-- YOUR INSTRUCTIONS --
What is needed is the whole of the data, set down exactly.

╭─ EXCERPTED RECORDS

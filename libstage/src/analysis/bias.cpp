// analyze bias() and analyze sweep(...) over a source or the temperature.
#include "stage/bias.hpp"

#include <spdlog/spdlog.h>

#include <algorithm>
#include <stdexcept>

#include "analysis/operating_point.hpp"
#include "devices/sources.hpp"

namespace stage {
namespace {

template <class Item>
const Item& find_named(const std::vector<Item>& items, const std::string& name, const char* what) {
  auto it = std::find_if(items.begin(), items.end(), [&](const Item& i) { return i.name == name; });
  if (it == items.end())
    throw std::out_of_range(std::string("no ") + what + " named '" + name + "'");
  return *it;
}

double find_value(const std::vector<std::pair<std::string, double>>& values,
                  const std::string& key) {
  for (const auto& [k, v] : values) {
    if (k == key) return v;
  }
  throw std::out_of_range("no value for '" + key + "'");
}

}  // namespace

double BiasResult::voltage(const std::string& node) const {
  if (node == kGround) return 0.0;
  return find_value(node_voltages, node);
}

double BiasResult::current(const std::string& element) const {
  return find_value(element_currents, element + ".current");
}

const BipolarOperatingPoint& BiasResult::bipolar(const std::string& name) const {
  return find_named(bipolars, name, "transistor");
}

const DiodeOperatingPoint& BiasResult::diode(const std::string& name) const {
  return find_named(diodes, name, "diode");
}

BiasResult run_bias(const Circuit& circuit) {
  mna::System system(circuit);
  analysis::NewtonSolver newton(system, circuit.solver);
  std::vector<double> x(static_cast<std::size_t>(system.size()) + 1, 0.0);
  const auto how = analysis::solve_operating_point(newton, x);
  return analysis::describe_operating_point(system, x, how);
}

SweepResult run_sweep(const Circuit& circuit, const SweepOptions& options,
                      const ProgressCallback& progress) {
  if (options.target == SweepOptions::Target::parameter) {
    throw std::invalid_argument("a parameter sweep needs the circuit's text: use run_deck");
  }
  mna::System system(circuit);
  devices::IndependentSource* source = nullptr;
  if (options.target == SweepOptions::Target::source) {
    source = dynamic_cast<devices::IndependentSource*>(system.find_device(options.name));
    if (source == nullptr) {
      throw std::invalid_argument("'" + options.name + "' is not an independent source");
    }
  }
  analysis::NewtonSolver newton(system, circuit.solver);
  std::vector<double> x(static_cast<std::size_t>(system.size()) + 1, 0.0);
  SweepResult result{options, {}};
  for (double value : options.values) {
    if (progress) {
      progress("sweep: point " + std::to_string(result.points.size() + 1) + " of " +
               std::to_string(options.values.size()));
    }
    if (source != nullptr) {
      source->value().set_dc(value);
    } else {
      system.set_temperature(value);
    }
    // The previous point is the starting guess for the next.
    const auto how = analysis::solve_operating_point(newton, x);
    spdlog::debug("sweep {} = {:.6g}: {} Newton iterations", options.name, value,
                  how.newton_iterations);
    result.points.push_back({value, analysis::describe_operating_point(system, x, how)});
  }
  return result;
}

std::string_view to_string(BiasMethod method) {
  switch (method) {
    case BiasMethod::newton:
      return "newton";
    case BiasMethod::conductance_stepping:
      return "conductance_stepping";
    case BiasMethod::source_stepping:
      return "source_stepping";
  }
  return "newton";
}

}  // namespace stage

╰─

-- ANSWER SPACE --
filename libstage/src/analysis/bias.cpp
// analyze bias() and analyze sweep(...) over a source or the temperature.
#include "stage/bias.hpp"

#include <spdlog/spdlog.h>

#include <algorithm>
#include <stdexcept>

#include "analysis/operating_point.hpp"
#include "devices/sources.hpp"

namespace stage {
namespace {

template <class Item>
const Item& find_named(const std::vector<Item>& items, const std::string& name, const char* what) {
  auto it = std::find_if(items.begin(), items.end(), [&](const Item& i) { return i.name == name; });
  if (it == items.end())
    throw std::out_of_range(std::string("no ") + what + " named '" + name + "'");
  return *it;
}

double find_value(const std::vector<std::pair<std::string, double>>& values,
                  const std::string& key) {
  for (const auto& [k, v] : values) {
    if (k == key) return v;
  }
  throw std::out_of_range("no value for '" + key + "'");
}

}  // namespace

double BiasResult::voltage(const std::string& node) const {
  if (node == kGround) return 0.0;
  return find_value(node_voltages, node);
}

double BiasResult::current(const std::string& element) const {
  return find_value(element_currents, element + ".current");
}

const BipolarOperatingPoint& BiasResult::bipolar(const std::string& name) const {
  return find_named(bipolars, name, "transistor");
}

const DiodeOperatingPoint& BiasResult::diode(const std::string& name) const {
  return find_named(diodes, name, "diode");
}

BiasResult run_bias(const Circuit& circuit) {
  mna::System system(circuit);
  analysis::NewtonSolver newton(system, circuit.solver);
  std::vector<double> x(static_cast<std::size_t>(system.size()) + 1, 0.0);
  const auto how = analysis::solve_operating_point(newton, x);
  return analysis::describe_operating_point(system, x, how);
}

SweepResult run_sweep(const Circuit& circuit, const SweepOptions& options,
                      const ProgressCallback& progress) {
  if (options.target == SweepOptions::Target::parameter) {
    throw std::invalid_argument("a parameter sweep needs the circuit's text: use run_deck");
  }
  mna::System system(circuit);
  devices::IndependentSource* source = nullptr;
  if (options.target == SweepOptions::Target::source) {
    source = dynamic_cast<devices::IndependentSource*>(system.find_device(options.name));
    if (source == nullptr) {
      throw std::invalid_argument("'" + options.name + "' is not an independent source");
    }
  }
  analysis::NewtonSolver newton(system, circuit.solver);
  std::vector<double> x(static_cast<std::size_t>(system.size()) + 1, 0.0);
  SweepResult result{options, {}};
  for (double value : options.values) {
    if (progress) {
      progress("sweep: point " + std::to_string(result.points.size() + 1) + " of " +
               std::to_string(options.values.size()));
    }
    if (source != nullptr) {
      source->value().set_dc(value);
    } else {
      system.set_temperature(value);
    }
    // The previous point is the starting guess for the next.
    const auto how = analysis::solve_operating_point(newton, x);
    spdlog::debug("sweep {} = {:.6g}: {} Newton iterations", options.name, value,
                  how.newton_iterations);
    result.points.push_back({value, analysis::describe_operating_point(system, x, how)});
  }
  return result;
}

std::string_view to_string(BiasMethod method) {
  switch (method) {
    case BiasMethod::newton:
      return "newton";
    case BiasMethod::conductance_stepping:
      return "conductance_stepping";
    case BiasMethod::source_stepping:
      return "source_stepping";
  }
  return "newton";
}

}  // namespace stage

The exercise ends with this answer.